## [WHAT IS NEEDED]
Copy out each line of the entries below in which the string "filename" appears.

*** RECORDS Section Begins ***

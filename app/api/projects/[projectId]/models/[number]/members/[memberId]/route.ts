import { getMemberColumns } from "@/db/queries/result-columns";
import { NotFoundError } from "@/lib/http/errors";
import { projectRoute } from "@/lib/http/route";
import { memberDetailParamsSchema } from "@/lib/models/columns-schemas";
import { presentMemberDetail } from "@/lib/models/member-detail";

/**
 * One member's full detail for the member panel (lib/models/member-detail.ts): its force and zero flag in every
 * result, envelope, governing results and review with the arithmetic, with the standing caution. Immutable like the
 * stored analysis it reads; the strong ETag names the run.
 */
export const GET = projectRoute({ params: memberDetailParamsSchema, action: "project.read" }, async ({ params, request }) => {
  const stored = await getMemberColumns(params);
  if (!stored || !stored.member) throw new NotFoundError("This revision has no analysed member by that id.");
  const etag = `"${stored.runId}.${Buffer.from(params.memberId).toString("base64url")}"`;
  const headers = { ETag: etag, "Cache-Control": "private, max-age=31536000, immutable", Vary: "Cookie" };
  if (request.headers.get("if-none-match") === etag) return new Response(null, { status: 304, headers });
  return Response.json(presentMemberDetail({ ...stored, member: stored.member }), { headers });
});
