// The CSV exports through their route handlers, from data stored in PostgreSQL: a revision with its analysis, a
// decided clash, an open pin; read with papaparse and compared with the result stored in analysis_runs. The review
// report PDF is a job: tests/integration/report-jobs.test.ts.
import { randomUUID } from "node:crypto";
import { eq } from "drizzle-orm";
import Papa from "papaparse";
import { afterAll, beforeAll, describe, expect, it } from "vitest";
import { GET as memberForces } from "@/app/api/projects/[projectId]/exports/member-forces.csv/route";
import { GET as envelope } from "@/app/api/projects/[projectId]/exports/envelope.csv/route";
import { GET as nodeResults } from "@/app/api/projects/[projectId]/exports/node-results.csv/route";
import { roundForce, roundMillimetres } from "@/lib/report/csv";
import { createRevisionWithAnalysis } from "@/lib/commands/create-analysed-revision";
import { analysisRuns, clashes, pins } from "@/db/schema";
import { analyzeModel } from "@/lib/analysis/analyze";
import type { AnalysisResult } from "@/lib/analysis/analyze";
import { TRIPOD } from "@/tests/support/fixtures/report";
import { closeDb, getDb, requireIntegrationEnv } from "../support/db";
import { createProjectFixture, type FixtureUser, type ProjectFixture } from "../support/fixtures";
import { buildRequest, routeContext } from "../support/session";

let fx: ProjectFixture;
let stored: AnalysisResult;
const ctx = () => routeContext({ projectId: fx.projectId });

const req = (url: string, user?: FixtureUser) => buildRequest(url, { user });

beforeAll(async () => {
  requireIntegrationEnv();
  fx = await createProjectFixture("report-api");
  const revision = await createRevisionWithAnalysis({ projectId: fx.projectId, name: "Lantern added", model: TRIPOD, source: "uploaded", createdBy: fx.users.structural_engineer.id, result: analyzeModel(TRIPOD), review: null });
  const [run] = await getDb().select().from(analysisRuns).where(eq(analysisRuns.revisionId, revision.id));
  stored = run.result;
  await getDb().insert(clashes).values({
    projectId: fx.projectId, revisionId: revision.id, clashKey: "c-5e1d", memberId: "AB", runId: "SA-01", segmentIndex: 0, kind: "hard",
    gap: -0.02, depth: 0.02, requiredClearance: 0.05, pointX: 0.25, pointY: 0.43, pointZ: 0,
    outcome: "opening_accepted", conditions: "Sleeve 100 mm at mid-length", proposedBy: fx.users.mep_engineer.id, decidedBy: fx.users.structural_engineer.id, decidedAt: new Date("2026-03-03T10:00:00Z"),
  });
  await getDb().insert(pins).values({ id: randomUUID(), projectId: fx.projectId, anchorKind: "member", anchorId: "AD", title: "Can the lantern ring drop 200 mm?", discipline: "architectural", authorId: fx.users.architect.id });
});
afterAll(async () => {
  await closeDb();
});

describe("CSV exports", () => {
  it("member forces of one result: the stored values, one row per member", async () => {
    const response = await memberForces(await req(`/api/projects/${fx.projectId}/exports/member-forces.csv?result=ULS-3`, fx.users.architect), ctx());
    expect(response.status).toBe(200);
    expect(response.headers.get("content-type")).toContain("text/csv");
    const { data, meta } = Papa.parse<Record<string, string>>(await response.text(), { header: true, skipEmptyLines: true });
    expect(meta.fields).toEqual(["member", "node_i", "node_j", "section", "result", "axial_force_kN", "state"]);
    expect(data).toHaveLength(TRIPOD.members.length);
    for (const row of data) expect(Number(row.axial_force_kN)).toBe(roundForce(stored.results["ULS-3"].memberForces[row.member]));
    expect(data.find((row) => row.member === "AD")?.state).toBe("tension");
    expect((await memberForces(await req(`/api/projects/${fx.projectId}/exports/member-forces.csv?result=X`, fx.users.architect), ctx())).status).toBe(400);
    expect((await memberForces(await req(`/api/projects/${fx.projectId}/exports/member-forces.csv?result=ULS-3`), ctx())).status).toBe(401);
  });

  it("node results of one result: the stored displacements and reactions, one row per node; refused to outsiders and the signed-out", async () => {
    const url = (result: string) => `/api/projects/${fx.projectId}/exports/node-results.csv?revision=1&result=${result}`;
    const response = await nodeResults(await req(url("ULS-1"), fx.users.viewer), ctx());
    expect(response.status).toBe(200);
    expect(response.headers.get("content-disposition")).toBe('attachment; filename="node-results-rev1-ULS-1.csv"');
    const { data } = Papa.parse<Record<string, string>>(await response.text(), { header: true, skipEmptyLines: true });
    expect(data.map((row) => row.node)).toEqual(TRIPOD.nodes.map((n) => n.id));
    const uls1 = stored.results["ULS-1"];
    for (const row of data) {
      expect(Number(row.uz_mm), row.node).toBe(roundMillimetres(uls1.displacements[row.node]?.uz ?? 0));
      const reaction = uls1.reactions[row.node];
      expect(row.supported).toBe(String(Boolean(reaction)));
      expect(row.reaction_fz_kN).toBe(reaction ? String(roundForce(reaction.fz)) : "");
    }
    // Hand statics of the symmetric tripod (tests/support/fixtures/report.ts): 1.35 x 30 kN at D shared by three supports.
    expect(data.filter((row) => row.supported === "true").map((row) => Number(row.reaction_fz_kN))).toEqual([13.5, 13.5, 13.5]);
    expect((await nodeResults(await req(url("X"), fx.users.architect), ctx())).status).toBe(400);
    expect((await nodeResults(await req(url("ULS-1"), fx.users.outsider), ctx())).status).toBe(404);
    expect((await nodeResults(await req(url("ULS-1")), ctx())).status).toBe(401);
  });

  it("envelope: the stored extremes per member", async () => {
    const response = await envelope(await req(`/api/projects/${fx.projectId}/exports/envelope.csv`, fx.users.mep_engineer), ctx());
    expect(response.status).toBe(200);
    const { data } = Papa.parse<Record<string, string>>(await response.text(), { header: true, skipEmptyLines: true });
    for (const row of data) {
      expect(Number(row.max_tension_kN)).toBe(roundForce(stored.envelope[row.member].maxTension));
      expect(Number(row.max_compression_kN)).toBe(roundForce(stored.envelope[row.member].maxCompression));
      expect(row.zero_in_all).toBe(String(stored.envelope[row.member].zeroInAll));
    }
    expect((await envelope(await req(`/api/projects/${fx.projectId}/exports/envelope.csv`, fx.users.outsider), ctx())).status).toBe(404);
  });
});
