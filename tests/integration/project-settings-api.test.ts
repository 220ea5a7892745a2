// The project's deflection limit span/N (issue 15 item 6): only the owner and the structural engineer change it,
// every bad value is refused with each problem named, the change is audited, the analysis job reviews with the
// project's limit as it is when the job runs, and a later change leaves stored reviews as they were.
import { and, eq } from "drizzle-orm";
import type PgBoss from "pg-boss";
import { afterAll, beforeAll, describe, expect, it } from "vitest";
import { GET as getProject, PATCH as patchProject } from "@/app/api/projects/[projectId]/route";
import { POST as createRevision } from "@/app/api/projects/[projectId]/models/route";
import { analysisRuns, auditEvents, projects } from "@/db/schema";
import type { StoredReview } from "@/lib/models/analyse";
import { runAnalysisJob } from "@/server/jobs/analysis";
import { closeDb, getDb, requireIntegrationEnv } from "../support/db";
import { startQueueClient, stopQueueClient } from "../support/job-queue";
import { createProjectFixture, type FixtureUser, type ProjectFixture } from "../support/fixtures";
import { buildRequest, routeContext } from "../support/session";

let fx: ProjectFixture;
let boss: PgBoss;
const path = () => `/api/projects/${fx.projectId}`;
const patch = async (user: FixtureUser | undefined, body: unknown) => patchProject(await buildRequest(path(), { method: "PATCH", user, body }), routeContext({ projectId: fx.projectId }));
const storedLimit = async () => (await getDb().select({ n: projects.deflectionLimit }).from(projects).where(eq(projects.id, fx.projectId)))[0].n;

beforeAll(async () => {
  requireIntegrationEnv();
  fx = await createProjectFixture("project-settings");
  boss = await startQueueClient();
});
afterAll(async () => {
  await stopQueueClient(boss);
  await closeDb();
});

describe("PATCH /api/projects/[projectId] (deflection limit)", () => {
  it("starts at the stated default span/250 and shows it to every member", async () => {
    const response = await getProject(await buildRequest(path(), { user: fx.users.viewer }), routeContext({ projectId: fx.projectId }));
    expect((await response.json()).project).toMatchObject({ deflectionLimit: 250, abilities: { "project.settings": false } });
  });

  it("refuses the signed-out (401), an outsider (404) and the architect, MEP engineer and viewer (403), changing nothing", async () => {
    expect((await patch(undefined, { deflectionLimit: 300 })).status).toBe(401);
    expect((await patch(fx.users.outsider, { deflectionLimit: 300 })).status).toBe(404);
    for (const role of ["architect", "mep_engineer", "viewer"] as const) expect((await patch(fx.users[role], { deflectionLimit: 300 })).status).toBe(403);
    expect(await storedLimit()).toBe(250);
  });

  it("answers 400 listing every problem: not whole, out of bounds, not a number, unknown field", async () => {
    const bad = await patch(fx.users.owner, { deflectionLimit: 99.5, colour: "red" });
    expect(bad.status).toBe(400);
    const { issues } = (await bad.json()) as { issues: { path: string; message: string }[] };
    expect(issues).toEqual(
      expect.arrayContaining([
        { path: "deflectionLimit", message: "Give a whole number: the N in span/N." },
        { path: "deflectionLimit", message: "The limit is span/100 at the loosest." },
        { path: "", message: expect.stringContaining("colour") },
      ]),
    );
    const tooStrict = await patch(fx.users.owner, { deflectionLimit: 1001 });
    expect((await tooStrict.json()).issues).toEqual([{ path: "deflectionLimit", message: "The limit is span/1000 at the strictest." }]);
    expect((await patch(fx.users.owner, { deflectionLimit: "300" })).status).toBe(400);
    expect((await patch(fx.users.owner, {})).status).toBe(400);
    expect(await storedLimit()).toBe(250);
  });

  it("the database refuses a limit out of bounds written around the command", async () => {
    await expect(getDb().update(projects).set({ deflectionLimit: 5 }).where(eq(projects.id, fx.projectId))).rejects.toThrow();
    expect(await storedLimit()).toBe(250);
  });

  it("lets the owner and the structural engineer change it, each change audited with before and after", async () => {
    const byOwner = await patch(fx.users.owner, { deflectionLimit: 300 });
    expect(byOwner.status).toBe(200);
    expect(await byOwner.json()).toEqual({ settings: { deflectionLimit: 300 } });
    expect((await patch(fx.users.structural_engineer, { deflectionLimit: 400 })).status).toBe(200);
    expect(await storedLimit()).toBe(400);
    const events = await getDb()
      .select({ actorId: auditEvents.actorId, details: auditEvents.details })
      .from(auditEvents)
      .where(and(eq(auditEvents.projectId, fx.projectId), eq(auditEvents.action, "project.settings_changed")))
      .orderBy(auditEvents.createdAt);
    expect(events).toEqual([
      { actorId: fx.users.owner.id, details: { from: { deflectionLimit: 250 }, to: { deflectionLimit: 300 } } },
      { actorId: fx.users.structural_engineer.id, details: { from: { deflectionLimit: 300 }, to: { deflectionLimit: 400 } } },
    ]);
  });
});

describe("the analysis job and the project's limit", () => {
  it("reviews with the limit the project has when the job runs, and a later change leaves the stored review as it was", async () => {
    expect((await patch(fx.users.structural_engineer, { deflectionLimit: 400 })).status).toBe(200);
    // The generated roof has the serviceability combination SLS-1 (lib/analysis/generator.ts).
    const roof = { kind: "generate", params: { name: "Limit grid", spanX: 6, spanY: 6, module: 3, depth: 1.5 } };
    const saved = await createRevision(await buildRequest(`${path()}/models`, { method: "POST", body: roof, user: fx.users.structural_engineer }), routeContext({ projectId: fx.projectId }));
    expect(saved.status).toBe(202);
    const { revision, job } = (await saved.json()) as { revision: { id: string }; job: { id: string } };
    expect(await runAnalysisJob(job.id)).toBe("done");
    const reviewOf = async () => (await getDb().select({ review: analysisRuns.review }).from(analysisRuns).where(eq(analysisRuns.revisionId, revision.id)))[0].review as StoredReview;
    const review = await reviewOf();
    expect(review.deflectionLimit).toBe(400);
    expect(review.deflections!.map((d) => d.combination)).toEqual(["SLS-1"]);
    for (const d of review.deflections!) {
      expect(d.limit).toBe(400);
      expect(d.allowed).toBeCloseTo(d.span / 400, 12);
    }
    expect((await patch(fx.users.owner, { deflectionLimit: 200 })).status).toBe(200);
    expect(await reviewOf()).toEqual(review);
  }, 120_000);
});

*** RECORDS Section Ends ***

## [ANSWER AREA]
filename app/api/projects/[projectId]/models/[number]/members/[memberId]/route.ts
    expect(response.headers.get("content-disposition")).toBe('attachment; filename="node-results-rev1-ULS-1.csv"');
filename tests/integration/project-settings-api.test.ts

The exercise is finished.